■ **PROBLEM REQUIREMENTS**
Find how many lines below mention "tubing". Nothing but the number is needed.

■ **EXERCISE INPUT**
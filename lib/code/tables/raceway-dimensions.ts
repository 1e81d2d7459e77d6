/**
 * Dimensions of conduit and tubing.
 * Source: NFPA 70-2017 Chapter 9 Table 4.
 * Internal diameter in inches, total internal area in in². Permitted areas are computed from the total area: the printed
 * percent columns are rounded and give other counts in a few cells. EMT and IMC trade sizes 5 and 6 (2023) are not here: not confirmed.
 * HDPE (353) shares the rows of PVC schedule 40.
 */
import type { TradeSize } from "@/lib/units";
import type { TableInfo } from "../types";

export const RACEWAY_DIMENSIONS_INFO: TableInfo = {
  meaning: "raceway-dimensions",
  title: "Dimensions of conduit and tubing",
  values: { "2017": "read", "2020": "agreed", "2023": "agreed", "2026": "preview" },
};

export interface RacewayDimensionRow {
  readonly tradeSize: TradeSize;
  readonly metricDesignator: number;
  readonly internalDiameterIn: number;
  readonly totalAreaIn2: number;
}

/** Circular raceways of the table by the abbreviation of their article. */
/** Rows as printed. */
export const RACEWAY_TABLES = [
  "EMT", "ENT", "FMC", "IMC", "LFNC-A", "LFNC-B", "LFNC-C", "LFMC", "RMC", "PVC 80", "PVC 40", "PVC A", "PVC EB",
] as const;
export type RacewayTable = (typeof RACEWAY_TABLES)[number];

/** Raceways as drawn: HDPE has the rows of PVC 40; LFNC of an unstated type takes the smallest of the three types. */
export const RACEWAY_KINDS = [...RACEWAY_TABLES, "HDPE", "LFNC"] as const;
export type RacewayKind = (typeof RACEWAY_KINDS)[number];

export const RACEWAY_ARTICLES: Readonly<Record<RacewayKind, string>> = {
  HDPE: "353",
  LFNC: "356",
  "EMT": "358",
  "ENT": "362",
  "FMC": "348",
  "IMC": "342",
  "LFNC-A": "356",
  "LFNC-B": "356",
  "LFNC-C": "356",
  "LFMC": "350",
  "RMC": "344",
  "PVC 80": "352",
  "PVC 40": "352",
  "PVC A": "352",
  "PVC EB": "352",
};

export const RACEWAY_DIMENSIONS: Readonly<Record<RacewayTable, readonly RacewayDimensionRow[]>> = {
  "EMT": [
    { tradeSize: "1/2", metricDesignator: 16, internalDiameterIn: 0.622, totalAreaIn2: 0.304 },
    { tradeSize: "3/4", metricDesignator: 21, internalDiameterIn: 0.824, totalAreaIn2: 0.533 },
    { tradeSize: "1", metricDesignator: 27, internalDiameterIn: 1.049, totalAreaIn2: 0.864 },
    { tradeSize: "1-1/4", metricDesignator: 35, internalDiameterIn: 1.38, totalAreaIn2: 1.496 },
    { tradeSize: "1-1/2", metricDesignator: 41, internalDiameterIn: 1.61, totalAreaIn2: 2.036 },
    { tradeSize: "2", metricDesignator: 53, internalDiameterIn: 2.067, totalAreaIn2: 3.356 },
    { tradeSize: "2-1/2", metricDesignator: 63, internalDiameterIn: 2.731, totalAreaIn2: 5.858 },
    { tradeSize: "3", metricDesignator: 78, internalDiameterIn: 3.356, totalAreaIn2: 8.846 },
    { tradeSize: "3-1/2", metricDesignator: 91, internalDiameterIn: 3.834, totalAreaIn2: 11.545 },
    { tradeSize: "4", metricDesignator: 103, internalDiameterIn: 4.334, totalAreaIn2: 14.753 },
  ],
  "ENT": [
    { tradeSize: "1/2", metricDesignator: 16, internalDiameterIn: 0.602, totalAreaIn2: 0.285 },
    { tradeSize: "3/4", metricDesignator: 21, internalDiameterIn: 0.804, totalAreaIn2: 0.508 },
    { tradeSize: "1", metricDesignator: 27, internalDiameterIn: 1.029, totalAreaIn2: 0.832 },
    { tradeSize: "1-1/4", metricDesignator: 35, internalDiameterIn: 1.36, totalAreaIn2: 1.453 },
    { tradeSize: "1-1/2", metricDesignator: 41, internalDiameterIn: 1.59, totalAreaIn2: 1.986 },
    { tradeSize: "2", metricDesignator: 53, internalDiameterIn: 2.047, totalAreaIn2: 3.291 },
  ],
  "FMC": [
    { tradeSize: "3/8", metricDesignator: 12, internalDiameterIn: 0.384, totalAreaIn2: 0.116 },
    { tradeSize: "1/2", metricDesignator: 16, internalDiameterIn: 0.635, totalAreaIn2: 0.317 },
    { tradeSize: "3/4", metricDesignator: 21, internalDiameterIn: 0.824, totalAreaIn2: 0.533 },
    { tradeSize: "1", metricDesignator: 27, internalDiameterIn: 1.02, totalAreaIn2: 0.817 },
    { tradeSize: "1-1/4", metricDesignator: 35, internalDiameterIn: 1.275, totalAreaIn2: 1.277 },
    { tradeSize: "1-1/2", metricDesignator: 41, internalDiameterIn: 1.538, totalAreaIn2: 1.858 },
    { tradeSize: "2", metricDesignator: 53, internalDiameterIn: 2.04, totalAreaIn2: 3.269 },
    { tradeSize: "2-1/2", metricDesignator: 63, internalDiameterIn: 2.5, totalAreaIn2: 4.909 },
    { tradeSize: "3", metricDesignator: 78, internalDiameterIn: 3, totalAreaIn2: 7.069 },
    { tradeSize: "3-1/2", metricDesignator: 91, internalDiameterIn: 3.5, totalAreaIn2: 9.621 },
    { tradeSize: "4", metricDesignator: 103, internalDiameterIn: 4, totalAreaIn2: 12.566 },
  ],
  "IMC": [
    { tradeSize: "1/2", metricDesignator: 16, internalDiameterIn: 0.66, totalAreaIn2: 0.342 },
    { tradeSize: "3/4", metricDesignator: 21, internalDiameterIn: 0.864, totalAreaIn2: 0.586 },
    { tradeSize: "1", metricDesignator: 27, internalDiameterIn: 1.105, totalAreaIn2: 0.959 },
    { tradeSize: "1-1/4", metricDesignator: 35, internalDiameterIn: 1.448, totalAreaIn2: 1.647 },
    { tradeSize: "1-1/2", metricDesignator: 41, internalDiameterIn: 1.683, totalAreaIn2: 2.225 },
    { tradeSize: "2", metricDesignator: 53, internalDiameterIn: 2.15, totalAreaIn2: 3.63 },
    { tradeSize: "2-1/2", metricDesignator: 63, internalDiameterIn: 2.557, totalAreaIn2: 5.135 },
    { tradeSize: "3", metricDesignator: 78, internalDiameterIn: 3.176, totalAreaIn2: 7.922 },
    { tradeSize: "3-1/2", metricDesignator: 91, internalDiameterIn: 3.671, totalAreaIn2: 10.584 },
    { tradeSize: "4", metricDesignator: 103, internalDiameterIn: 4.166, totalAreaIn2: 13.631 },
  ],
  "LFNC-A": [
    { tradeSize: "3/8", metricDesignator: 12, internalDiameterIn: 0.495, totalAreaIn2: 0.192 },
    { tradeSize: "1/2", metricDesignator: 16, internalDiameterIn: 0.63, totalAreaIn2: 0.312 },
    { tradeSize: "3/4", metricDesignator: 21, internalDiameterIn: 0.825, totalAreaIn2: 0.535 },
    { tradeSize: "1", metricDesignator: 27, internalDiameterIn: 1.043, totalAreaIn2: 0.854 },
    { tradeSize: "1-1/4", metricDesignator: 35, internalDiameterIn: 1.383, totalAreaIn2: 1.502 },
    { tradeSize: "1-1/2", metricDesignator: 41, internalDiameterIn: 1.603, totalAreaIn2: 2.018 },
    { tradeSize: "2", metricDesignator: 53, internalDiameterIn: 2.063, totalAreaIn2: 3.343 },
  ],
  "LFNC-B": [
    { tradeSize: "3/8", metricDesignator: 12, internalDiameterIn: 0.494, totalAreaIn2: 0.192 },
    { tradeSize: "1/2", metricDesignator: 16, internalDiameterIn: 0.632, totalAreaIn2: 0.314 },
    { tradeSize: "3/4", metricDesignator: 21, internalDiameterIn: 0.83, totalAreaIn2: 0.541 },
    { tradeSize: "1", metricDesignator: 27, internalDiameterIn: 1.054, totalAreaIn2: 0.873 },
    { tradeSize: "1-1/4", metricDesignator: 35, internalDiameterIn: 1.395, totalAreaIn2: 1.528 },
    { tradeSize: "1-1/2", metricDesignator: 41, internalDiameterIn: 1.588, totalAreaIn2: 1.981 },
    { tradeSize: "2", metricDesignator: 53, internalDiameterIn: 2.033, totalAreaIn2: 3.246 },
  ],
  "LFNC-C": [
    { tradeSize: "3/8", metricDesignator: 12, internalDiameterIn: 0.485, totalAreaIn2: 0.185 },
    { tradeSize: "1/2", metricDesignator: 16, internalDiameterIn: 0.62, totalAreaIn2: 0.302 },
    { tradeSize: "3/4", metricDesignator: 21, internalDiameterIn: 0.815, totalAreaIn2: 0.522 },
    { tradeSize: "1", metricDesignator: 27, internalDiameterIn: 1.03, totalAreaIn2: 0.833 },
    { tradeSize: "1-1/4", metricDesignator: 35, internalDiameterIn: 1.37, totalAreaIn2: 1.474 },
    { tradeSize: "1-1/2", metricDesignator: 41, internalDiameterIn: 1.585, totalAreaIn2: 1.973 },
    { tradeSize: "2", metricDesignator: 53, internalDiameterIn: 2.045, totalAreaIn2: 3.285 },
  ],
  "LFMC": [
    { tradeSize: "3/8", metricDesignator: 12, internalDiameterIn: 0.494, totalAreaIn2: 0.192 },
    { tradeSize: "1/2", metricDesignator: 16, internalDiameterIn: 0.632, totalAreaIn2: 0.314 },
    { tradeSize: "3/4", metricDesignator: 21, internalDiameterIn: 0.83, totalAreaIn2: 0.541 },
    { tradeSize: "1", metricDesignator: 27, internalDiameterIn: 1.054, totalAreaIn2: 0.873 },
    { tradeSize: "1-1/4", metricDesignator: 35, internalDiameterIn: 1.395, totalAreaIn2: 1.528 },
    { tradeSize: "1-1/2", metricDesignator: 41, internalDiameterIn: 1.588, totalAreaIn2: 1.981 },
    { tradeSize: "2", metricDesignator: 53, internalDiameterIn: 2.033, totalAreaIn2: 3.246 },
    { tradeSize: "2-1/2", metricDesignator: 63, internalDiameterIn: 2.493, totalAreaIn2: 4.881 },
    { tradeSize: "3", metricDesignator: 78, internalDiameterIn: 3.085, totalAreaIn2: 7.475 },
    { tradeSize: "3-1/2", metricDesignator: 91, internalDiameterIn: 3.52, totalAreaIn2: 9.731 },
    { tradeSize: "4", metricDesignator: 103, internalDiameterIn: 4.02, totalAreaIn2: 12.692 },
  ],
  "RMC": [
    { tradeSize: "1/2", metricDesignator: 16, internalDiameterIn: 0.632, totalAreaIn2: 0.314 },
    { tradeSize: "3/4", metricDesignator: 21, internalDiameterIn: 0.836, totalAreaIn2: 0.549 },
    { tradeSize: "1", metricDesignator: 27, internalDiameterIn: 1.063, totalAreaIn2: 0.887 },
    { tradeSize: "1-1/4", metricDesignator: 35, internalDiameterIn: 1.394, totalAreaIn2: 1.526 },
    { tradeSize: "1-1/2", metricDesignator: 41, internalDiameterIn: 1.624, totalAreaIn2: 2.071 },
    { tradeSize: "2", metricDesignator: 53, internalDiameterIn: 2.083, totalAreaIn2: 3.408 },
    { tradeSize: "2-1/2", metricDesignator: 63, internalDiameterIn: 2.489, totalAreaIn2: 4.866 },
    { tradeSize: "3", metricDesignator: 78, internalDiameterIn: 3.09, totalAreaIn2: 7.499 },
    { tradeSize: "3-1/2", metricDesignator: 91, internalDiameterIn: 3.57, totalAreaIn2: 10.01 },
    { tradeSize: "4", metricDesignator: 103, internalDiameterIn: 4.05, totalAreaIn2: 12.882 },
    { tradeSize: "5", metricDesignator: 129, internalDiameterIn: 5.073, totalAreaIn2: 20.212 },
    { tradeSize: "6", metricDesignator: 155, internalDiameterIn: 6.093, totalAreaIn2: 29.158 },
  ],
  "PVC 80": [
    { tradeSize: "1/2", metricDesignator: 16, internalDiameterIn: 0.526, totalAreaIn2: 0.217 },
    { tradeSize: "3/4", metricDesignator: 21, internalDiameterIn: 0.722, totalAreaIn2: 0.409 },
    { tradeSize: "1", metricDesignator: 27, internalDiameterIn: 0.936, totalAreaIn2: 0.688 },
    { tradeSize: "1-1/4", metricDesignator: 35, internalDiameterIn: 1.255, totalAreaIn2: 1.237 },
    { tradeSize: "1-1/2", metricDesignator: 41, internalDiameterIn: 1.476, totalAreaIn2: 1.711 },
    { tradeSize: "2", metricDesignator: 53, internalDiameterIn: 1.913, totalAreaIn2: 2.874 },
    { tradeSize: "2-1/2", metricDesignator: 63, internalDiameterIn: 2.29, totalAreaIn2: 4.119 },
    { tradeSize: "3", metricDesignator: 78, internalDiameterIn: 2.864, totalAreaIn2: 6.442 },
    { tradeSize: "3-1/2", metricDesignator: 91, internalDiameterIn: 3.326, totalAreaIn2: 8.688 },
    { tradeSize: "4", metricDesignator: 103, internalDiameterIn: 3.786, totalAreaIn2: 11.258 },
    { tradeSize: "5", metricDesignator: 129, internalDiameterIn: 4.768, totalAreaIn2: 17.855 },
    { tradeSize: "6", metricDesignator: 155, internalDiameterIn: 5.709, totalAreaIn2: 25.598 },
  ],
  "PVC 40": [
    { tradeSize: "1/2", metricDesignator: 16, internalDiameterIn: 0.602, totalAreaIn2: 0.285 },
    { tradeSize: "3/4", metricDesignator: 21, internalDiameterIn: 0.804, totalAreaIn2: 0.508 },
    { tradeSize: "1", metricDesignator: 27, internalDiameterIn: 1.029, totalAreaIn2: 0.832 },
    { tradeSize: "1-1/4", metricDesignator: 35, internalDiameterIn: 1.36, totalAreaIn2: 1.453 },
    { tradeSize: "1-1/2", metricDesignator: 41, internalDiameterIn: 1.59, totalAreaIn2: 1.986 },
    { tradeSize: "2", metricDesignator: 53, internalDiameterIn: 2.047, totalAreaIn2: 3.291 },
    { tradeSize: "2-1/2", metricDesignator: 63, internalDiameterIn: 2.445, totalAreaIn2: 4.695 },
    { tradeSize: "3", metricDesignator: 78, internalDiameterIn: 3.042, totalAreaIn2: 7.268 },
    { tradeSize: "3-1/2", metricDesignator: 91, internalDiameterIn: 3.521, totalAreaIn2: 9.737 },
    { tradeSize: "4", metricDesignator: 103, internalDiameterIn: 3.998, totalAreaIn2: 12.554 },
    { tradeSize: "5", metricDesignator: 129, internalDiameterIn: 5.016, totalAreaIn2: 19.761 },
    { tradeSize: "6", metricDesignator: 155, internalDiameterIn: 6.031, totalAreaIn2: 28.567 },
  ],
  "PVC A": [
    { tradeSize: "1/2", metricDesignator: 16, internalDiameterIn: 0.7, totalAreaIn2: 0.385 },
    { tradeSize: "3/4", metricDesignator: 21, internalDiameterIn: 0.91, totalAreaIn2: 0.65 },
    { tradeSize: "1", metricDesignator: 27, internalDiameterIn: 1.175, totalAreaIn2: 1.084 },
    { tradeSize: "1-1/4", metricDesignator: 35, internalDiameterIn: 1.5, totalAreaIn2: 1.767 },
    { tradeSize: "1-1/2", metricDesignator: 41, internalDiameterIn: 1.72, totalAreaIn2: 2.324 },
    { tradeSize: "2", metricDesignator: 53, internalDiameterIn: 2.155, totalAreaIn2: 3.647 },
    { tradeSize: "2-1/2", metricDesignator: 63, internalDiameterIn: 2.635, totalAreaIn2: 5.453 },
    { tradeSize: "3", metricDesignator: 78, internalDiameterIn: 3.23, totalAreaIn2: 8.194 },
    { tradeSize: "3-1/2", metricDesignator: 91, internalDiameterIn: 3.69, totalAreaIn2: 10.694 },
    { tradeSize: "4", metricDesignator: 103, internalDiameterIn: 4.18, totalAreaIn2: 13.723 },
  ],
  "PVC EB": [
    { tradeSize: "2", metricDesignator: 53, internalDiameterIn: 2.221, totalAreaIn2: 3.874 },
    { tradeSize: "3", metricDesignator: 78, internalDiameterIn: 3.33, totalAreaIn2: 8.709 },
    { tradeSize: "3-1/2", metricDesignator: 91, internalDiameterIn: 3.804, totalAreaIn2: 11.365 },
    { tradeSize: "4", metricDesignator: 103, internalDiameterIn: 4.289, totalAreaIn2: 14.448 },
    { tradeSize: "5", metricDesignator: 129, internalDiameterIn: 5.316, totalAreaIn2: 22.195 },
    { tradeSize: "6", metricDesignator: 155, internalDiameterIn: 6.336, totalAreaIn2: 31.53 },
  ],
};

■ **SOLUTION FOR THIS PROBLEM**
2